Clark Kerr Award


Marye Anne Fox


The Berkeley Division of the Academic Senate has announced that Dr. Marye Anne Fox of the University of California, San Diego (UCSD), will receive its 2014 Clark Kerr Award for Distinguished Leadership in Higher Education. The award was created in 1968 as a tribute to the leadership and legacy of President Emeritus Kerr.  It recognizes an individual who has made an extraordinary and distinguished contribution to the advancement of higher education.  The award will be presented at a private ceremony on the Berkeley campus in March.

Dr. Fox is chancellor emerita and distinguished professor of chemistry and biochemistry at UCSD, one of the world's leading public research universities. She served as the 7th chancellor (and the first woman chancellor) of UCSD from 2004 to 2012. She has previously held similar named or endowed titles at both the University of Texas and at North Carolina State University before moving to California. 

Fox's research established her as a leading international expert on the impact of non-homogeneous media on the excited-state reactions of organic molecules. Fox was an early pioneer in interdisciplinary research.  Her leadership in such team-based projects helped them gain acceptance in the academic community. Dr. Fox's scholarly contributions have been recognized by a large number of national and international honors, including the National Medal of Science (2010), and elections to the U.S. National Academy of Sciences, the American Academy of Arts and Sciences, and the American Philosophical Society. 
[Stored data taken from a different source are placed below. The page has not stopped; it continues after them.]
describe('equilibration detection', () => {
  // AR(1), φ = 0.9, plus an initial transient 20σ·e^{−t/500}. Bounds (common practice, no source):
  // at t = 2·500 the transient is still 20e^{−2} = 2.7σ, far above the noise, so a sound cut must
  // come later; by t = N/4 = 10 decay times it is 20e^{−10} ≈ 1e-3σ, negligible, so cutting
  // later than that only wastes data.
  const n = 20_000;
  const tau = 500;
  const transient = (seed: number): Float64Array => {
    const phi = 0.9;
    const x = ar1Series(n, phi, seed);
    const sd = Math.sqrt(1 / (1 - phi * phi));
    for (let i = 0; i < n; i++) x[i] += 20 * sd * Math.exp(-i / tau);
    return x;
  };

  it.each([1, 2, 3])('decaying start (seed %i): t0 after 2 decay times and before N/4', (seed) => {
    const x = transient(seed);
    const eq = detectEquilibration(x);
    expect(eq.index).toBeGreaterThan(2 * tau);
    expect(eq.index).toBeLessThan(n / 4);
    const m = mser(x);
    expect(m.index).toBeGreaterThan(2 * tau);
    expect(m.index).toBeLessThan(n / 4);
  });

  it.each([11, 12, 13])('equilibrated AR(1) (seed %i): t0 within the first 5 %', (seed) => {
    // A later origin wins only if g(t0) fluctuates below g(0) by more than the data discarded;
    // g's relative standard error is √(2(2M+1)/n) ≈ 1.8 % here (Sokal 1997), so a spurious
    // maximum beyond ≈ 3 × 1.8 % ≈ 5 % of the run has probability well below 1 %.
    const x = ar1Series(100_000, 0.5, seed);
    expect(detectEquilibration(x).index).toBeLessThanOrEqual(5000);
    expect(mser(x).index).toBeLessThanOrEqual(5000);
  });

  it('MSER-5 on a step: truncates exactly at the end of the step', () => {
    // 100 samples at 7 then 900 at 0: MSER(d) = 0 for every d ≥ 20 batches and > 0 before, the
    // earliest minimum is d = 20 → t0 = 100 (hand computation, White 1997 definition).
    const x = new Float64Array(1000);
    x.fill(7, 0, 100);
    expect(mser(x).index).toBe(100);
  });
});

describe('stationarity checks', () => {
  it('a linear drift is flagged and its slope recovered', () => {
    // AR(1) φ = 0.5 plus 0.5σ_x drift over the run. OLS slope standard error (with √g
    // inflation) ≈ σ√(12g/n³) (least squares, Priestley 1981), so the drift is ≈ 12 standard
    // errors: flagged; the slope must lie within 4 of its standard errors of the truth.
    const n = 20_000;
    const phi = 0.5;
    const sx = Math.sqrt(1 / (1 - phi * phi));
    const slope = (0.5 * sx) / (n * 0.002); // per ps with dt = 0.002 ps
    const x = ar1Series(n, phi, 31);
    for (let i = 0; i < n; i++) x[i] += slope * i * 0.002;
    const d = driftTest(x, 0.002);
    expect(d.significant).toBe(true);
    expect(Math.abs(d.slope - slope)).toBeLessThan(4 * d.standardError);
    const r = analyseSeries('drifting', x, { dt: 0.002, unit: 'K' });
    expect(r.drift.significant).toBe(true);
    expect(r.drift.unit).toBe('K/ps');
    expect(r.reliable).toBe(false);
  });

  it('stationary series: at most 2 of 20 flagged by the drift test or the halves test', () => {
    // Each test has nominal false-positive rate 1 % (two-sided, z = 2.576); with g estimated
    // we measured ≈ 2 % over 200 seeds. P(≥ 3 of 20 | 2 %) ≈ 0.7 %: a false failure is unlikely.
    let drift = 0;
    let halves = 0;
    for (let seed = 1; seed <= 20; seed++) {
      const x = ar1Series(20_000, 0.5, 500 + seed);
      if (driftTest(x).significant) drift++;
      if (!halvesTest(x).consistent) halves++;
    }
    expect(drift).toBeLessThanOrEqual(2);
    expect(halves).toBeLessThanOrEqual(2);
  });

  it('a shift between halves is flagged', () => {
    // Step of 1σ_x at the middle of an AR(1) φ = 0.5 series: each half's SE ≈ σ_x√(3/10⁴) =
    // 0.017σ_x, so the step is ≈ 40 combined errors (closed-form g = 3, Priestley 1981).
    const x = ar1Series(20_000, 0.5, 41);
    const sx = Math.sqrt(1 / 0.75);
    for (let i = 10_000; i < 20_000; i++) x[i] += sx;
    const h = halvesTest(x);
    expect(h.consistent).toBe(false);
    // The estimated difference lies within 4 combined errors of the true step.
    expect(Math.abs(h.difference - sx)).toBeLessThan(4 * h.combinedError);
  });
});

describe('report', () => {
  it('extra time: T_needed = T_prod·(SE/target)² (hand computation)', () => {
    // 10 ps with SE 0.2 and target 0.1: 10·(0.2/0.1)² = 40 ps needed, 30 ps more. Exact.
    expect(extraTime(10, 0.2, 0.1)).toEqual({ needed: 40, extra: 30 });
    expect(extraTime(10, 0.05, 0.1)).toEqual({ needed: 2.5, extra: 0 });
  });

  it('stationary AR(1) report: fields, units, target arithmetic', () => {
    const n = 50_000;
    const phi = 0.8;
    const dt = 0.004;
    const x = ar1Series(n, phi, 61);
    for (let i = 0; i < n; i++) x[i] += -512;
    const r = analyseSeries('E', x, { dt, unit: 'kJ/mol', target: { relative: 1e-5 } });
    // Mean −512 within 4 standard errors (the SE is the test's own uncertainty).
    expect(Math.abs(r.mean.value + 512)).toBeLessThan(4 * r.standardError);
    // SE against the closed form σ_x√(g/n) (Priestley 1981): relative tolerance 4·√(2(2M+1)/n)/2
    // (Sokal 1997) with M ≈ 5g/2 = 23, plus 1 % for the window bias (< 0.4 % of the SE for ρ = φ^k).
    const exactSe = Math.sqrt(((1 / (1 - phi * phi)) * gAr1(phi)) / n);
    expect(Math.abs(r.standardError / exactSe - 1)).toBeLessThan(2 * Math.sqrt((2 * 47) / n) + 0.01);
    // τ_int in ps = (g − 1)/2·dt (definition); equilibration time = index·dt (definition).
    expect(r.integratedAutocorrelationTime.unit).toBe('ps');
    expect(Math.abs(r.integratedAutocorrelationTime.value - ((r.statisticalInefficiency - 1) / 2) * dt)).toBeLessThan(1e-12);
    expect(r.equilibrationTime!.value).toBeCloseTo(r.equilibrationIndex * dt, 12);
    expect(r.effectiveSamples).toBeCloseTo((n - r.equilibrationIndex) / r.statisticalInefficiency, 9);
    // Target 1e-5·512 = 0.00512 kJ/mol; T_prod = (n − t0)·dt; T_needed = T_prod(SE/target)² (hand formula).
    const tProd = (n - r.equilibrationIndex) * dt;
    const target = 1e-5 * Math.abs(r.mean.value);
    const needed = tProd * (r.standardError / target) ** 2;
    expect(r.extraTimeNeeded!.unit).toBe('ps');
    expect(Math.abs(r.extraTimeNeeded!.value - Math.max(0, needed - tProd))).toBeLessThan(1e-9 * needed);
    expect(r.reliable).toBe(r.standardError <= target);
    expect(r.verdict).toMatch(/effective samples/);
    // Without a target: n/g ≈ 50000/9 ≈ 5600 effective samples expected (closed-form g), far above 50.
    const plain = analyseSeries('E', x, { dt, unit: 'kJ/mol' });
    expect(plain.extraTimeNeeded).toBeNull();
    expect(plain.effectiveSamples).toBeGreaterThan(50);
  });

  it('a decaying start is cut off and reported in ps and samples', () => {
    // Same transient as in the equilibration tests (bounds explained there): 20σ·e^{−t/500}.
    const n = 20_000;
    const phi = 0.9;
    const x = ar1Series(n, phi, 81);
    const sd = Math.sqrt(1 / (1 - phi * phi));
    for (let i = 0; i < n; i++) x[i] += 20 * sd * Math.exp(-i / 500);
    const r = analyseSeries('T', x, { dt: 0.01, unit: 'K' });
    expect(r.equilibrationIndex).toBeGreaterThan(1000);
    expect(r.equilibrationIndex).toBeLessThan(n / 4);
    // equilibration time = index·dt (definition).
    expect(r.equilibrationTime!.value).toBeCloseTo(r.equilibrationIndex * 0.01, 10);
    expect(r.verdict).toContain(`(sample ${r.equilibrationIndex})`);
    // Expected production mean: AR(1) mean 0 plus the leftover transient averaged over
    // [t0, n): 20σ·e^{−t0/500}(1 − e^{−(n−t0)/500}) / ((1 − e^{−1/500})(n − t0)) (geometric sum,
    // closed form). Tolerance 4 standard errors.
    const t0 = r.equilibrationIndex;
    const leftover = (20 * sd * Math.exp(-t0 / 500) * -Math.expm1(-(n - t0) / 500)) / (-Math.expm1(-1 / 500) * (n - t0));
    expect(Math.abs(r.mean.value - leftover)).toBeLessThan(4 * r.standardError);
  });

  it('too few effective samples make the verdict unreliable', () => {
    // 2000 samples with g = 199 (φ = 0.99, Priestley 1981) leave ≈ 10 effective samples < 50.
    const r = analyseSeries('slow', ar1Series(2000, 0.99, 71), { dt: 1 });
    expect(r.reliable).toBe(false);
    expect(r.verdict).toMatch(/not reliable/);
  });

  it('constant series: g = 1, SE 0, and the verdict says so', () => {
    // No fluctuations: exact values by definition.
    const r = analyseSeries('V', new Float64Array(200).fill(1000), { dt: 0.5, unit: 'A^3', target: { relative: 0.01 } });
    expect(r.statisticalInefficiency).toBe(1);
    expect(r.standardError).toBe(0);
    expect(r.mean.value).toBe(1000);
    expect(r.extraTimeNeeded!.value).toBe(0);
    expect(r.verdict).toMatch(/constant/);
    expect(r.reliable).toBe(true);
  });

  it('bad input and usage errors', () => {
    const ok = ar1Series(100, 0.3, 1);
    expect(() => analyseSeries('short', ar1Series(MIN_SAMPLES - 1, 0.3, 1), { dt: 1 })).toThrow(AnalysisError);
    const withNaN = ok.slice();
    withNaN[17] = NaN;
    expect(() => analyseSeries('nan', withNaN, { dt: 1 })).toThrow(InputError);
    expect(() => analyseSeries('x', ok, { dt: 0 })).toThrow(UsageError);
    expect(() => analyseSeries('x', ok, { dt: 1, target: { relative: 0.01, absolute: 1 } })).toThrow(UsageError);
    expect(() => analyseSeries('x', ok, { dt: 1, target: { relative: -1 } })).toThrow(UsageError);
    expect(() => analyseSeries('x', new Float64Array(100).fill(0), { dt: 1, target: { relative: 0.01 } })).toThrow(UsageError);
  });

  it('formatting: two significant digits on the error (common practice, no source)', () => {
    // Hand-rounded strings; exact.
    expect(formatMeasurement(-512.3456, 0.4123)).toBe('-512.35 ± 0.41');
    expect(formatMeasurement(1234.5, 37)).toBe('1235 ± 37');
    expect(formatMeasurement(123456, 340)).toBe('123460 ± 340');
    expect(formatMeasurement(0.0012342, 0.000067)).toBe('0.001234 ± 0.000067');
  });
});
In her leadership roles at North Carolina State University and UC San Diego, Dr. Fox has helped to define 21st century research universities.  She recognized the importance of making interdisciplinary scholarship, internationalization, and innovation an integral part of the academic culture.  Drawing on lessons from her own discipline-crossing research, Dr. Fox has lowered barriers to collaboration across campus departments by promoting initiatives in such interdisciplinary areas as nanotechnology, environmental science, and stem cell research.  She has expanded opportunities for international partnerships with Pacific Rim and Latin American institutions by helping to lead academic consortia.  In addition, she has contributed significantly to promoting a culture of innovation and public-private partnerships at universities, first through NC State’s Centennial Campus that spawned dozens of new companies, and now in California, where she strengthened technology transfer at UCSD by introducing new strategies for early-stage commercialization of intellectual property generated by faculty, staff, and students.   Dr. Fox also served on the University of California President's Science & Innovation Board.

In announcing the award, the Academic Senate noted that Dr. Fox exemplifies all of the qualities one would expect to see in a recipient of the prestigious Clark Kerr Award for Distinguished Leadership in Higher Education.  She is first and foremost a preeminent scholar.  But beyond her scholarly accomplishments, Dr. Fox has used her scientific and administrative leadership positions to enhance the vitality of our national research enterprise by working tirelessly and effectively to strengthen science education and science policy.